We can also use more sophisticated ensembles than simple linear weights, but these models are much more succeptible to over-fitting, and generally require large sets of resamples to train on (n=50 or higher for bootstrap samples). Lets try one anyways:

library('gbm')
gbm_ensemble <- caretStack(
  model_list, 
  method='gbm',
  verbose=FALSE,
  tuneLength=10,
  metric='ROC',
  trControl=trainControl(
    method='boot',
    number=10,
    savePredictions=TRUE,
    classProbs=TRUE,
    summaryFunction=twoClassSummary
  )
)
model_preds3 <- model_preds
model_preds3$ensemble <- predict(gbm_ensemble, newdata=testing, type='prob')$M
colAUC(model_preds3, testing$Class)
##               glm     rpart  ensemble
## M vs.
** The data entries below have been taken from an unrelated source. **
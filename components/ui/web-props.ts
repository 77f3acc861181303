/** Attributes that the web needs and React Native's types do not know. */
export interface WebProps {
  'aria-level'?: number;
  'aria-invalid'?: boolean;
  'aria-required'?: boolean;
  'aria-describedby'?: string;
  'aria-errormessage'?: string;
  'aria-current'?: 'page' | 'step' | 'true';
  'aria-pressed'?: boolean;
  'aria-controls'?: string;
  'aria-haspopup'?: 'dialog' | 'menu' | 'listbox';
  'aria-roledescription'?: string;
  autoComplete?: string;
  enterKeyHint?: string;
  href?: string;
  hrefAttrs?: { target?: string; rel?: string; download?: string | boolean };
  onKeyDown?: (event: { key: string; shiftKey: boolean; preventDefault: () => void }) => void;
  onMouseEnter?: () => void;
  onMouseLeave?: () => void;
  onTouchStart?: () => void;
  onTouchEnd?: () => void;
  tabIndex?: 0 | -1;
}

/** Passes web attributes through to react-native-web: `<View {...web({ 'aria-level': 2 })} />`. */
export const web = (props: WebProps): object => props;
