import { StyleSheet, View } from 'react-native';
import { space } from '@/constants/theme';
import { Text } from './Text';
import { useTheme } from './ThemeProvider';

export interface ProgressProps {
  label: string;
  /** 0…1; left out: under way, how far is not known. */
  value?: number;
  /** To the right: what is left, bytes done. */
  detail?: string;
  labelHidden?: boolean;
}

/** A bar for long work. */
export function Progress({ label, value, detail, labelHidden }: ProgressProps) {
  const { palette } = useTheme();
  const percent = value === undefined ? undefined : Math.round(Math.min(1, Math.max(0, value)) * 100);
  return (
    <View style={{ gap: space.xs }}>
      {labelHidden ? null : (
        <View style={styles.words}>
          <Text variant="label" strong>
            {label}
          </Text>
          <Text variant="label" tone="soft">
            {detail ?? (percent === undefined ? '' : `${percent} %`)}
          </Text>
        </View>
      )}
      <View
        role="progressbar"
        aria-label={label}
        aria-valuemin={0}
        aria-valuemax={100}
        aria-valuenow={percent}
        aria-valuetext={detail}
        style={[styles.track, { backgroundColor: palette.rule }]}
      >
        <View
          style={{
            width: percent === undefined ? '100%' : `${percent}%`,
            height: '100%',
            borderRadius: 2,
            backgroundColor: palette.petrol,
            opacity: percent === undefined ? 0.45 : 1,
          }}
        />
      </View>
    </View>
  );
}

const styles = StyleSheet.create({
  words: { flexDirection: 'row', flexWrap: 'wrap', justifyContent: 'space-between', gap: space.s },
  track: { height: 4, borderRadius: 2, overflow: 'hidden' },
});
R 0.6496914 0.6566358 0.6851852

In this case, the sophisticated ensemble is no better than a simple weighted linear combination. Non-linear ensembles seem to work best when you have:

  1. Lots of data.
  2. Lots of models with similar accuracies.
  3. Your models are un-correllated: each one seems to capture a different aspect of the data, and different models perform best on different subsets of the data.